Mark Cavendish’s chances of making it to the Olympics are diminishing, according to the head coach at British Cycling.
British sprinter Cavendish has made a return to the track this winter, competing in the London and Ghent Six Day events, but has been coy when asked whether he hopes to fight for gold in Tokyo next season.
But with the Olympics just eight months away, Cavendish is running out of time to qualify.
In an interview with the BBC, British Cycling head coach Iain Dyer said: "Opportunities are flying by which makes that increasingly difficult. You don't do a madison on your own, so while it is still logistically a possibility the chances would appear to be diminishing at this point."

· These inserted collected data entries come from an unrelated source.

def _straight_case(seed, n, scale):
    """Station near 1 au (x scale) with Earth-like speed, spacecraft a few au
    away, both in uniform motion; count ends spread over a day."""
    rng = np.random.default_rng(seed)
    st_p = np.array([1.0, 0.2, 0.05]) * scale + rng.normal(size=(n, 3)) * 6.4e6
    st_v = np.array([-6e3, 2.9e4, 1e2]) + rng.normal(size=(n, 3)) * 500
    u = rng.normal(size=(n, 3))
    u /= np.linalg.norm(u, axis=1)[:, None]
    sc_p = st_p + u * (rng.uniform(0.3, 3.0, n) * scale)[:, None]
    sc_v = rng.normal(size=(n, 3)) * 2e4
    mjd = np.full(n, 60001)
    # reception times as exact binary fractions (1/64 s) so t_end - T_c is exact
    sod = np.round(rng.uniform(3600, 80000, n) * 64) / 64
    return (60000, 0.0), st_p, st_v, sc_p, sc_v, mjd, sod
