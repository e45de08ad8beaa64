"""Archive operations: runs over UTC days, nightly runs, incremental reprocessing after model changes,
partition manifests and products kept under their fingerprints.

The facts checked are relcorr's own contract (README, "Commands" and "Products, ledger and manifest"):
which tasks run and which are reused is read from luigi's own execution summary and from the manifest.
"""
from __future__ import annotations

import datetime
import json
import shutil
from pathlib import Path

import numpy as np
import pyarrow.parquet as pq
import pytest

from pipelines.cli import main
from pipelines.errors import EXIT_CONFIG, EXIT_MISSING_DAYS, EXIT_OK
from tests.conftest import REPO

DAYS = ("2024-06-18", "2024-06-19", "2024-06-20")


def _setup(tmp: Path, *configs: str) -> Path:
    for name in (*configs, "conjunction-states.parquet", "stations.toml"):
        shutil.copy(REPO / "sample_configs" / name, tmp / name)
    return tmp


def _manifest(folder: Path) -> dict:
    return json.loads(sorted((folder / "manifests").glob("*.json"))[-1].read_text())


def _statuses(m: dict) -> dict[tuple[str, str], str]:
    return {(p["partition"], a["step"]): a["status"] for p in m["partitions"] for a in p["steps"]}


@pytest.fixture(scope="module")
def archive(tmp_path_factory):
    """The nightly archive (61 daily raw files), generated once, and a first run over three days."""
    base = _setup(tmp_path_factory.mktemp("archive"), "nightly.toml", "reprocess.toml")
    assert main(["run", str(base / "nightly.toml"), "--from", DAYS[0], "--to", DAYS[-1]]) == EXIT_OK
    return base


def test_a_range_of_days_runs_one_partition_per_day(archive):
    m = _manifest(archive / "products")
    assert [p["partition"] for p in m["partitions"]] == [f"conjunction-{d}" for d in DAYS]
    assert m["selection"] == {"from": DAYS[0], "to": DAYS[-1], "missing_days": []}
    assert m["totals"]["balanced"] and m["run"]["status"] == "succeeded"
    # each partition's own manifest, listed (with its sha256) by the run's
    listed = {e["partition"]: e for e in m["partition_manifests"]}
    for p in m["partitions"]:
        entry = listed[p["partition"]]
        part = json.loads(Path(entry["path"]).read_text())
        assert part["partition"] == p and part["run"]["id"] == m["run"]["id"]
        from pipelines.parquet_io import sha256_file
        assert sha256_file(entry["path"]) == entry["sha256"]
    # every record of a day has a time tag of that day
    for d in DAYS:
        t = pq.read_table(archive / "products" / f"conjunction-{d}.parquet", columns=["utc_mjd"])
        mjd = (datetime.date.fromisoformat(d) - datetime.date(1858, 11, 17)).days
        assert t.num_rows > 50 and set(t["utc_mjd"].to_pylist()) == {mjd}


def test_nothing_changed_nothing_reruns(archive):
    assert main(["run", str(archive / "nightly.toml"), "--from", DAYS[0], "--to", DAYS[-1]]) == EXIT_OK
    m = _manifest(archive / "products")
    assert set(_statuses(m).values()) == {"reused"}
    # luigi's own summary: nothing ran; the wrapper task was already complete (its products all were)
    assert m["run"]["luigi_summary"]["ran"] == 0 and m["run"]["luigi_summary"]["complete_before"] == 1


def test_gamma_change_reruns_light_time_and_later_only(archive, tmp_path):
    cfg = (archive / "nightly.toml").read_text()
    changed = archive / "nightly-gamma.toml"
    changed.write_text(cfg.replace("gamma = 1.0\n", "gamma = 1.00001\n"))
    before = {d: (archive / "products" / f"conjunction-{d}.parquet").resolve() for d in DAYS}
    assert main(["run", str(changed), "--from", DAYS[0], "--to", DAYS[-1]]) == EXIT_OK
    m = _manifest(archive / "products")
    st = _statuses(m)
    for d in DAYS:
        pid = f"conjunction-{d}"
        for step in ("ingest", "stations", "time_scales", "station_position"):
            assert st[(pid, step)] == "reused", (pid, step)
        for step in ("light_time", "doppler", "gamma_fit", "product"):
            assert st[(pid, step)] == "ran", (pid, step)
    # luigi's own summary: per day light_time, doppler, gamma_fit, product ran (+ the wrapper); the first
    # complete dependency met per day is station_position (luigi does not look further up)
    s = m["run"]["luigi_summary"]
    assert s["ran"] == 4 * len(DAYS) + 1 and s["complete_before"] == len(DAYS) and s["failed"] == 0
    # the earlier products are kept under their fingerprints; the stable names point at the new ones
    for d in DAYS:
        now = (archive / "products" / f"conjunction-{d}.parquet").resolve()
        assert before[d].is_file() and now != before[d]
        entry = next(p for p in m["partitions"] if p["partition"] == f"conjunction-{d}")["steps"][-1]["outputs"][0]
        assert Path(entry["path"]) == now and entry["current"] == str(archive / "products" / f"conjunction-{d}.parquet")


def test_reprocessing_config_shares_the_work_and_recomputes_only_the_changed_model(archive):
    code = main(["run", str(archive / "reprocess.toml"), "--from", DAYS[0], "--to", DAYS[-1]])
    assert code == EXIT_OK
    m = _manifest(archive / "products-reprocessed")
    st = _statuses(m)
    assert {st[(f"conjunction-{d}", "station_position")] for d in DAYS} == {"reused"}
    assert {st[(f"conjunction-{d}", "light_time")] for d in DAYS} == {"ran"}
    # the Moon's term is now there, and only in the reprocessed products
    new = pq.read_table(archive / "products-reprocessed" / f"conjunction-{DAYS[1]}.parquet")
    old = pq.read_table(archive / "products" / f"conjunction-{DAYS[1]}.parquet")
    moon = np.asarray(new["shapiro_moon_down_s"].to_numpy(zero_copy_only=False), dtype=float)
    assert np.nanmax(np.abs(moon)) > 1e-12
    assert np.isnan(np.asarray(old["shapiro_moon_down_s"].to_numpy(zero_copy_only=False), dtype=float)).all()


def test_missing_days_are_reported_and_the_others_run(archive, capsys):
    capsys.readouterr()
    code = main(["run", str(archive / "nightly.toml"), "--from", "2024-07-19", "--to", "2024-07-23"])
    assert code == EXIT_MISSING_DAYS
    out = capsys.readouterr()
    m = _manifest(archive / "products")
    assert m["selection"]["missing_days"] == ["2024-07-21", "2024-07-22", "2024-07-23"]
    assert [p["partition"] for p in m["partitions"]] == ["conjunction-2024-07-19", "conjunction-2024-07-20"]
    assert m["run"]["status"] == "succeeded"
    assert "no input for 2024-07-21" in out.out and "2024-07-23" in out.err


def test_nightly_without_dates_runs_the_previous_utc_day(archive, monkeypatch):
    from pipelines import partitions

    monkeypatch.setattr(partitions, "utc_today", lambda: datetime.date(2024, 6, 21))
    assert main(["run", str(archive / "nightly.toml")]) == EXIT_OK
    m = _manifest(archive / "products")
    assert [p["partition"] for p in m["partitions"]] == ["conjunction-2024-06-20"]
    assert m["selection"]["from"] == m["selection"]["to"] == "2024-06-20"


@pytest.mark.parametrize("args, words", [
    (["--to", "2024-06-20"], "--to without --from"),
    (["--from", "2024-06-20", "--to", "2024-06-19"], "on or after --from"),
    (["--date", "2024-13-01"], "expected a date YYYY-MM-DD"),
    (["--date", "2024-06-20", "--from", "2024-06-19"], "either --date or --from"),
])
def test_bad_date_arguments_are_config_errors(archive, capsys, args, words):
    capsys.readouterr()
    assert main(["run", str(archive / "nightly.toml"), *args]) == EXIT_CONFIG
    err = capsys.readouterr().err
    assert words in err and "Traceback" not in err


def test_a_date_range_on_inputs_not_organised_by_day_is_an_error(tmp_path, capsys):
    _setup(tmp_path, "conjunction.toml")
    assert main(["run", str(tmp_path / "conjunction.toml"), "--date", "2024-06-20"]) == EXIT_CONFIG
    assert "{date} field" in capsys.readouterr().err


def test_earth_orientation_upgrade_recomputes_only_the_days_whose_values_changed(archive, monkeypatch):
    """An upgraded Earth-orientation table that changed UT1 - UTC from MJD 60480 (2024-06-19) on: the days
    whose records (with a 2-day margin) use those rows are recomputed from time_scales on; a day ten days
    earlier keeps every fingerprint."""
    import astropy.units as u

    from stages.physics import earth_orientation as eo
    from stages.physics import earth_rotation as er

    early = "2024-06-08"
    assert main(["run", str(archive / "nightly.toml"), "--date", early]) == EXIT_OK
    base = eo.load_eop_table()
    table = base.table.copy()
    changed = np.asarray(table["MJD"], dtype=float) >= 60480
    table["UT1_UTC"][changed] += 2e-4 * u.s
    upgraded = eo.EopTable(table, {**base.identity, "version": "upgraded", "sha256": "0" * 64})
    monkeypatch.setattr(eo, "load_eop_table", lambda: upgraded)
    monkeypatch.setattr(er, "load_eop_table", lambda: upgraded)
    assert main(["run", str(archive / "nightly.toml"), "--from", early, "--to", early]) == EXIT_OK
    assert set(_statuses(_manifest(archive / "products")).values()) == {"reused"}
    assert main(["run", str(archive / "nightly.toml"), "--from", DAYS[0], "--to", DAYS[-1]]) == EXIT_OK
    st = _statuses(_manifest(archive / "products"))
    for d in DAYS:  # 06-18 reaches 06-20 with its margin; 06-19 and 06-20 are inside the change
        pid = f"conjunction-{d}"
        assert st[(pid, "stations")] == "reused" and st[(pid, "time_scales")] == "ran", pid
        assert st[(pid, "station_position")] == "ran", pid


def test_a_scheduler_on_another_machine_is_an_explicit_opt_in(archive, capsys):
    capsys.readouterr()
    code = main(["run", str(archive / "nightly.toml"), "--date", DAYS[0], "--scheduler-host", "10.1.2.3"])
    assert code == EXIT_CONFIG
    assert "--allow-remote-scheduler" in capsys.readouterr().err


def test_verify_a_run_over_some_days_of_the_archive(archive, capsys):
    # the product folder holds the current products of every day run so far; a run over one day
    # verifies (the other days' stable names are not "unexpected"), and a stray regular file still is
    assert main(["run", str(archive / "nightly.toml"), "--date", DAYS[1]]) == EXIT_OK
    manifest = sorted((archive / "products" / "manifests").glob("*.json"))[-1]
    assert len(list((archive / "products").glob("conjunction-*.parquet"))) > 2
    capsys.readouterr()
    assert main(["verify", str(manifest)]) == EXIT_OK
    stray = archive / "products" / "conjunction-2024-06-30.parquet"
    shutil.copy(archive / "products" / f"conjunction-{DAYS[0]}.parquet", stray)  # a regular file, not a link
    try:
        assert main(["verify", str(manifest)]) != EXIT_OK
        assert str(stray) in capsys.readouterr().out
    finally:
        stray.unlink()


def test_a_dataset_partitioned_by_date_folders(archive, tmp_path):
    # raw/date=YYYY-MM-DD/part-0.parquet: the file names do not hold the date, so each partition is
    # named "<date>-part-0"; the records are those of the nightly archive's days
    base = _setup(tmp_path, "nightly.toml")
    for d in DAYS[:2]:
        (base / "ds" / f"date={d}").mkdir(parents=True)
        shutil.copy(archive / "raw" / f"conjunction-{d}.parquet", base / "ds" / f"date={d}" / "part-0.parquet")
    cfg = (base / "nightly.toml").read_text().replace('inputs = ["raw/conjunction-{date}.parquet"]',
                                                      'inputs = ["ds/date={date}/*.parquet"]')
    assert "ds/date={date}" in cfg
    (base / "nightly.toml").write_text(cfg)
    assert main(["run", str(base / "nightly.toml"), "--from", DAYS[0], "--to", DAYS[1]]) == EXIT_OK
    m = _manifest(base / "products")
    assert [p["partition"] for p in m["partitions"]] == [f"{d}-part-0" for d in DAYS[:2]]
    for d in DAYS[:2]:
        ours = pq.read_table(base / "products" / f"{d}-part-0.parquet", columns=["record_id", "computed_value"])
        ref = pq.read_table(archive / "products" / f"conjunction-{d}.parquet", columns=["record_id"])
        assert sorted(ours["record_id"].to_pylist()) == sorted(ref["record_id"].to_pylist())
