def gcrs_to_bcrs(
    pos_gcrs_m,
    vel_gcrs_m_per_s,
    earth_pos_bcrs_m,
    earth_vel_bcrs_m_per_s,
    external_potential_m2_per_s2,
    earth_acc_bcrs_m_per_s2=None,
) -> BcrsState:
    """GCRS position/velocity of a point near the Earth -> BCRS, to O(c^-2).

    Position (IERS TN36 ch. 11, ranging techniques, eq. 11.19 -- equation
    number and exact printed form from memory; the form below is the IAU 2000
    Resolution B1.3 BCRS <-> GCRS transformation, Soffel et al. 2003, AJ 126,
    2687, rescaled to TT/TDB-compatible units):

        x = x_E + (1 - U_ext/c^2 - L_C) X - (v_E.X) v_E / (2 c^2)
                [ - (X (a_E.X) - a_E |X|^2 / 2) / c^2   if a_E is given ]

    * Units: X (input) in TT-compatible GCRS units (what the ITRS and
      :func:`itrs_to_gcrs` give), x_E, v_E, x (output) in TDB-compatible
      BCRS units (a TDB ephemeris such as DE421).  With TCG/TCB-compatible
      quantities the L_C term is absent; it is the ratio
      (1 - L_B)/(1 - L_G) = 1 - L_C to first order (TN36 Table 1.1:
      1 - L_B = (1 - L_C)(1 - L_G)).
    * Simultaneity: X must be the point's GCRS position at the TT of the
      event and x_E, v_E the Earth's at the TDB of *the same event*, i.e.
      TDB - TT including the topocentric term (~ v_E.X/c^2, up to 2.1 us:
      ``time_scales.tdb_minus_tt_s`` with the site arguments).  Taking x_E
      at the geocentric TDB instead displaces x by v_E (v_E.X)/c^2, up to
      6.3 cm at the surface.
    * Magnitudes at |X| = 6378 km: L_C X 9.4 cm; U_ext X/c^2 6.2-6.4 cm
      (Sun at 0.983-1.017 au); Lorentz term up to 3.3 cm; acceleration term
      (a_E ~ 6e-3 m/s^2) <= 1.5 a_E |X|^2/c^2 = 4e-6 m (1.2e-4 m at
      geostationary distance) -- neglected when a_E is not given.
    * Neglected: O(c^-4) terms, ~(v/c)^4 |X| ~ 1e-9 m.

    Velocity (per TDB second), the TDB derivative of the position formula:

        v = v_E + [ (1 - U/c^2 - L_C) V - (v_E.V) v_E / (2 c^2) ] dT/dt
                  [ - ((a_E.X) v_E + (v_E.X) a_E)/(2 c^2)
                    - (V (a_E.X) + X (a_E.V) - a_E (X.V)) dT/dt / c^2  if a_E given ]
        dT/dt = dTT/dTDB at the point
              = 1 + L_C - (v_E^2/2 + U)/c^2 - (v_E.V)/c^2 [ - (a_E.X)/c^2 ],

    V = dX/dTT.  dT/dt follows from TCB - TCG = c^-2 [ integral (v_E^2/2 +
    U_ext) dt + v_E.(x - x_E) ] (TN36 eq. 10.3 -- number from memory)
    differentiated along the point's world line, with 1 - L_B =
    (1 - L_C)(1 - L_G).  dT/dt - 1 is < 5e-10, i.e. < 2.5e-7 m/s for a surface
    station.  Neglected: the time derivative of U_ext, (dU/dt) X/c^2
    < 3e-13 m/s at the surface (|dU/dt| <= GM_sun e v_E / r^2 ~ 3e-3 m^2/s^3),
    and, when a_E is not given, the acceleration terms, < 1e-11 m/s
    (a_E |v_E| |X| / c^2 = 6e-3 * 3e4 * 6.4e6 / 9e16).
    """
    x = np.asarray(pos_gcrs_m, dtype=np.float64)
    vx = np.asarray(vel_gcrs_m_per_s, dtype=np.float64)
    xe = np.asarray(earth_pos_bcrs_m, dtype=np.float64)
    ve = np.asarray(earth_vel_bcrs_m_per_s, dtype=np.float64)
    u = np.asarray(external_potential_m2_per_s2, dtype=np.float64)

    pos = xe + bcrs_offset_m(x, ve, u, earth_acc_bcrs_m_per_s2)

    ve_v = _dot(ve, vx)
    dtdt = 1.0 + K.L_C - (0.5 * _dot(ve, ve) + u) / _C2 - ve_v / _C2
    scale = 1.0 - u / _C2 - K.L_C
    inner = scale[..., None] * vx - (0.5 / _C2) * ve_v[..., None] * ve
    extra = 0.0
    if earth_acc_bcrs_m_per_s2 is not None:
        a = np.asarray(earth_acc_bcrs_m_per_s2, dtype=np.float64)
        a_x = _dot(a, x)
        dtdt = dtdt - a_x / _C2
        inner = inner - (vx * a_x[..., None] + x * _dot(a, vx)[..., None] - a * _dot(x, vx)[..., None]) / _C2
        extra = -(a_x[..., None] * ve + _dot(ve, x)[..., None] * a) / (2.0 * _C2)
    vel = ve + (inner * dtdt[..., None] + extra)
    return BcrsState(pos, vel)
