"""`relcorr diff RUN_A RUN_B`: record-by-record differences of the stage columns, records added and
removed, and the model and parameter changes between two runs (invented demo scenario)."""
from __future__ import annotations

import json
import math

import numpy as np
import pyarrow as pa
import pyarrow.compute as pc
import pyarrow.parquet as pq

from pipelines.cli import main
from pipelines.diff import diff_runs
from pipelines.errors import EXIT_OK
from stages.stations import Stations
from stages.time_scales import TimeScales
from tests.test_verify import DAY1, DAY2, make_run

STATION_COLUMNS = [c.name for c in Stations.provides if pa.types.is_floating(c.type)]
TIME_COLUMNS = [c.name for c in TimeScales.provides if pa.types.is_floating(c.type)]


def _values(path, column) -> dict:
    t = pq.read_table(path, columns=["record_id", column])
    return dict(zip(t["record_id"].to_pylist(), t[column].to_pylist()))


def test_a_run_against_itself_has_no_difference(tmp_path, write_config, capsys):
    m = make_run(tmp_path, write_config)
    d = diff_runs(m, m)
    assert d["changes"]["any"] is False and d["changes"]["stages"] == {}
    assert d["changes"]["software"] == {} and d["changes"]["config_sha256"] is None
    rows = json.loads(m.read_text())["totals"]["rows_out"]
    assert d["records"] == {"in_both": rows, "removed_count": 0, "added_count": 0, "removed": [], "added": []}
    assert set(d["columns"]) == set(STATION_COLUMNS + TIME_COLUMNS)
    for name, s in d["columns"].items():
        assert (s["count"], s["changed"], s["max_abs"], s["mean"], s["rms"]) == (rows, 0, 0.0, 0.0, 0.0), name
        assert s["largest"] == [] and s["nan_mismatch"] == 0

    out_json = tmp_path / "diff.json"
    capsys.readouterr()
    assert main(["diff", str(m), str(m), "--json", str(out_json)]) == EXIT_OK
    out = capsys.readouterr().out
    assert "model and parameter changes (A -> B):\n  none" in out
    assert json.loads(out_json.read_text()) == json.loads(json.dumps(d))


def test_changed_parameter_shows_in_changes_and_in_its_columns_only(tmp_path, write_config, capsys):
    ma = make_run(tmp_path, write_config, tdb_site="auto")
    mb = make_run(tmp_path, write_config, tdb_site="geocentre")
    d = diff_runs(ma, mb)

    ch = d["changes"]
    assert set(ch["stages"]) == {"time_scales"}
    ts = ch["stages"]["time_scales"]
    assert ts["params"] == {"tdb_site": {"a": "auto", "b": "geocentre"}}
    # the geocentric TDB needs no Earth orientation: the model identity goes away
    assert set(ts["models"]) == {"earth orientation"} and ts["models"]["earth orientation"]["b"] is None
    assert ts["models"]["earth orientation"]["a"]["source"] == "astropy-iers-data"
    assert "version" not in ts and ch["stages_added"] == ch["stages_removed"] == [] and ch["chain"] is None

    changed = {c for c, s in d["columns"].items() if s["changed"]}
    # TDB moves from the station to the geocentre (about a microsecond); TAI, TT, TCG and the station
    # positions do not depend on it
    assert {"tdb_sod_s", "tdb_minus_tt_s"} <= changed <= {"tdb_sod_s", "tdb_minus_tt_s", "tcb_sod_s", "tcb_minus_tdb_s"}
    for c in STATION_COLUMNS + ["tai_sod_s", "tt_sod_s", "tcg_sod_s", "tcg_minus_tt_s"]:
        assert d["columns"][c]["changed"] == 0 and d["columns"][c]["max_abs"] == 0.0, c

    # run A's products are kept under their fingerprints after run B: each run's records come from its own
    ma_json, mb_json = json.loads(ma.read_text()), json.loads(mb.read_text())
    for part, part_b in zip(ma_json["partitions"], mb_json["partitions"]):
        assert d["sources"][part["partition"]]["a"] == part["steps"][-1]["outputs"][0]["path"]
        assert d["sources"][part["partition"]]["b"] == part_b["steps"][-1]["outputs"][0]["path"]
        assert d["sources"][part["partition"]]["a"] != d["sources"][part["partition"]]["b"]

    # the statistics, recomputed here from the files themselves
    diffs = []
    for part in ma_json["partitions"]:
        a = _values(d["sources"][part["partition"]]["a"], "tdb_minus_tt_s")
        b = _values(d["sources"][part["partition"]]["b"], "tdb_minus_tt_s")
        assert a.keys() == b.keys()
        diffs += [(b[k] - a[k], part["partition"], k) for k in b]
    values = np.array([x[0] for x in diffs])
    s = d["columns"]["tdb_minus_tt_s"]
    assert s["count"] == len(diffs) and s["changed"] == np.count_nonzero(values)
    assert math.isclose(s["mean"], values.mean(), rel_tol=1e-9)
    assert math.isclose(s["rms"], float(np.sqrt(np.mean(values ** 2))), rel_tol=1e-9)
    assert s["max_abs"] == np.abs(values).max() and 1e-8 < s["max_abs"] < 1e-5
    top = sorted(diffs, key=lambda x: -abs(x[0]))[:5]
    assert [(x["partition"], x["record_id"]) for x in s["largest"]] == [(p, k) for _, p, k in top]

    capsys.readouterr()
    assert main(["diff", str(ma), str(mb)]) == EXIT_OK
    out = capsys.readouterr().out
    assert "time_scales: parameter tdb_site: 'auto' -> 'geocentre'" in out
    assert "time_scales: model earth orientation:" in out and "-> (none)" in out


def test_dropped_and_new_input_rows_are_removed_and_added(tmp_path, write_config):
    ma = make_run(tmp_path, write_config)

    def edit(raw):
        path = raw / f"{DAY2}.parquet"
        t = pq.read_table(path)
        dropped = t["record_id"][100].as_py()
        new = t.slice(101, 1).set_column(0, "record_id", pa.array(["TRK-NEW-000001"]))
        keep = pc.not_equal(pa.array(np.arange(t.num_rows)), 100)
        pq.write_table(pa.concat_tables([t.filter(keep), new]), path)
        edit.dropped = dropped

    mb = make_run(tmp_path, write_config, edit_raw=edit)
    d = diff_runs(ma, mb)
    assert d["records"]["removed"] == [{"partition": DAY2, "record_id": edit.dropped}]
    assert d["records"]["added"] == [{"partition": DAY2, "record_id": "TRK-NEW-000001"}]
    rows_a = json.loads(ma.read_text())["totals"]["rows_out"]
    assert d["records"]["in_both"] == rows_a - 1
    # the input changed, not a model: no model change, and the records in both are unchanged
    assert d["changes"]["any"] is False
    assert all(s["changed"] == 0 for s in d["columns"].values())
    assert d["sources"][DAY1]["a"] == d["sources"][DAY1]["b"]  # day one's product is the same file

Cavendish, 34, has a silver medal from the Omnium at the 2016 Rio games, when he missed out to Italian rival Elia Viviani.
Viviani has been progressing quickly on the track this winter, winning the elimination race at the European Track Championships in October.
Further motivation for Cavendish to ride the Olympics is the return of the Madison to the games, a discipline the Manxman has previously won at World Championship level on multiple occasions.
In September, Cycling Weekly asked Cavendish if he hoped to qualify for Tokyo, but he said “I’m going to focus on what I’m doing right now and see what comes from that.”
But Cavendish, who is joining Bahrain-Merida on the road next season, needs 250 points to qualify so he will have to start racing World Cup events or the World Championships to be in with a chance.
He will also need to overcome the fact that he is a specialist in the Madison and Omnium, but is not a team pursuiter, which makes him less versatile than some of his competition.
Dyer said: “You still want to have five that can rider in the team pursuit, so to have someone who is solely a Madison specialist in there and doesn’t have any other availability isn’t the perfect scenario.”
He added: “The door is open, but it’s extremely challenging to carve out an opportunity.”